Wednesday, June 3, 2009

Backpack Smackdown

Somebody has kidnapped my seven year old daughter and replaced her with a creature who believes that every conversation is a debate.

This morning, we had a brief discussion about her backpack. School ends this Thursday and for the last two days, she has arrived home with her pink princess backpack jammed full of workbooks, papers, old art projects and assorted supplies. Clearly, her classroom is being emptied of any trace of the children that inhabited it for the last nine months.

Because I am terminally lazy, the prospect of making her a sack lunch completely overwhelmed me today and I decided to send her with funds to purchase her nibbles from the cafeteria.

"Here is your money. Please put it inside your backpack."

And then, apparently the sky began to fall because right there in the hallway, Olivia had a mini breakdown telling me that her teacher specifically told them that backpacks were no longer allowed at school.

"Well how will you carry your money or your book?" At this point, I was still rational.

Olivia replied that she would walk around for the next five hours with two dollar bills and forty five cents IN HER HANDS.

"Not reasonable," I declared and explained that the teacher probably meant that backpacks were optional, not forbidden. Dylan chimed in with his opinion which happened to agree with my own (at which point the heavens parted and angels began to sing).
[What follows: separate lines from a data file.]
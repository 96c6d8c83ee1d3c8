"""Given courses over time become segments between breaks: the agreement with the kernel, which lands on every break.

In: forcings, start and stop. Out: `Segments`. Must not know: states, steps.
"""

from __future__ import annotations

from bisect import bisect_right
from dataclasses import dataclass

import numpy as np
from numpy.typing import NDArray

from uq.errors import ValueMistake
from uq.model.code import Forcing


@dataclass(frozen=True)
class Segments:
    """bounds [segment + 1] in the time unit; jumps [segment] (1 where a forcing jumps at the segment's start); base and slope [segment,
    forcing]: within a segment a forcing is base + slope * (time - the segment's start)."""

    bounds: NDArray[np.float64]
    jumps: NDArray[np.uint8]
    base: NDArray[np.float64]
    slope: NDArray[np.float64]


def segments(forcings: tuple[Forcing, ...], start: float, stop: float) -> Segments:
    """Merge the breaks of all forcings between start and stop.

    At a break the later piece counts. ValueMistake if a forcing does not cover the time from start to stop (the last value of a step
    forcing holds on).
    """
    for forcing in forcings:
        _check(forcing, start, stop)
    inner = {time for forcing in forcings for time in _breaks(forcing) if start < time < stop}
    bounds = [start, *sorted(inner), stop]
    pieces = [[_piece(forcing, time) for forcing in forcings] for time in bounds[:-1]]
    jumps = [0] + [int(any(_left(forcing, time) != _piece(forcing, time)[0] for forcing in forcings)) for time in bounds[1:-1]]
    shape = (len(bounds) - 1, len(forcings), 2)
    table = np.array(pieces, dtype=np.float64).reshape(shape)
    base, slope = np.ascontiguousarray(table[:, :, 0]), np.ascontiguousarray(table[:, :, 1])
    return Segments(np.array(bounds, dtype=np.float64), np.array(jumps, dtype=np.uint8), base, slope)


def _check(forcing: Forcing, start: float, stop: float) -> None:
    first, last = forcing.times[0], forcing.times[-1]
    if first > start or (forcing.interpolation == "linear" and last < stop):
        found, expected = f"rows from {first:g} to {last:g}", f"rows that cover the time from {start:g} to {stop:g}"
        raise ValueMistake(found, expected, "add rows at the ends", key=f"forcings.{forcing.name}")


def _breaks(forcing: Forcing) -> tuple[float, ...]:
    """The times at which something changes; of a step forcing only those at which the value does."""
    if forcing.interpolation == "linear":
        return forcing.times
    pairs = zip(forcing.times[1:], forcing.values[:-1], forcing.values[1:], strict=True)
    return tuple(time for time, before, after in pairs if before != after)


def _piece(forcing: Forcing, time: float) -> tuple[float, float]:
    """Value and slope at a time, of the piece that begins there or holds it."""
    j = bisect_right(forcing.times, time) - 1
    if forcing.interpolation == "step" or j == len(forcing.times) - 1:
        return forcing.values[j], 0.0
    slope = (forcing.values[j + 1] - forcing.values[j]) / (forcing.times[j + 1] - forcing.times[j])
    return forcing.values[j] + slope * (time - forcing.times[j]), slope


def _left(forcing: Forcing, time: float) -> float:
    """The value just before a time. Away from the forcing's own rows it is the value there, by the same arithmetic."""
    if time not in forcing.times:
        return _piece(forcing, time)[0]
    j = forcing.times.index(time)
    return forcing.values[j - 1] if forcing.interpolation == "step" else forcing.values[j]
And then, Olivia lost her shit. For real.

Stamping feet. Tears. High pitched, hysterical keening. Heaving chest. Clenched fists.

I looked at her in all of her tantrum craziness and made the conscious decision to DISENGAGE when what I really, really wanted to do was open my mouth and scream like the victim in a horror flick.

Instead, I bent down, kissed her and told her to have a great day. "But what about my backpack, Mama?" she asked.

I shrugged and then walked into my bathroom. I heard the garage door close as the children left to walk to the bus stop.

I finished with my morning routine and grabbed the things I would need for work. As I was heading into the garage, Olivia's backpack winked at me from the hall closet.

She is definitely her mother's daughter.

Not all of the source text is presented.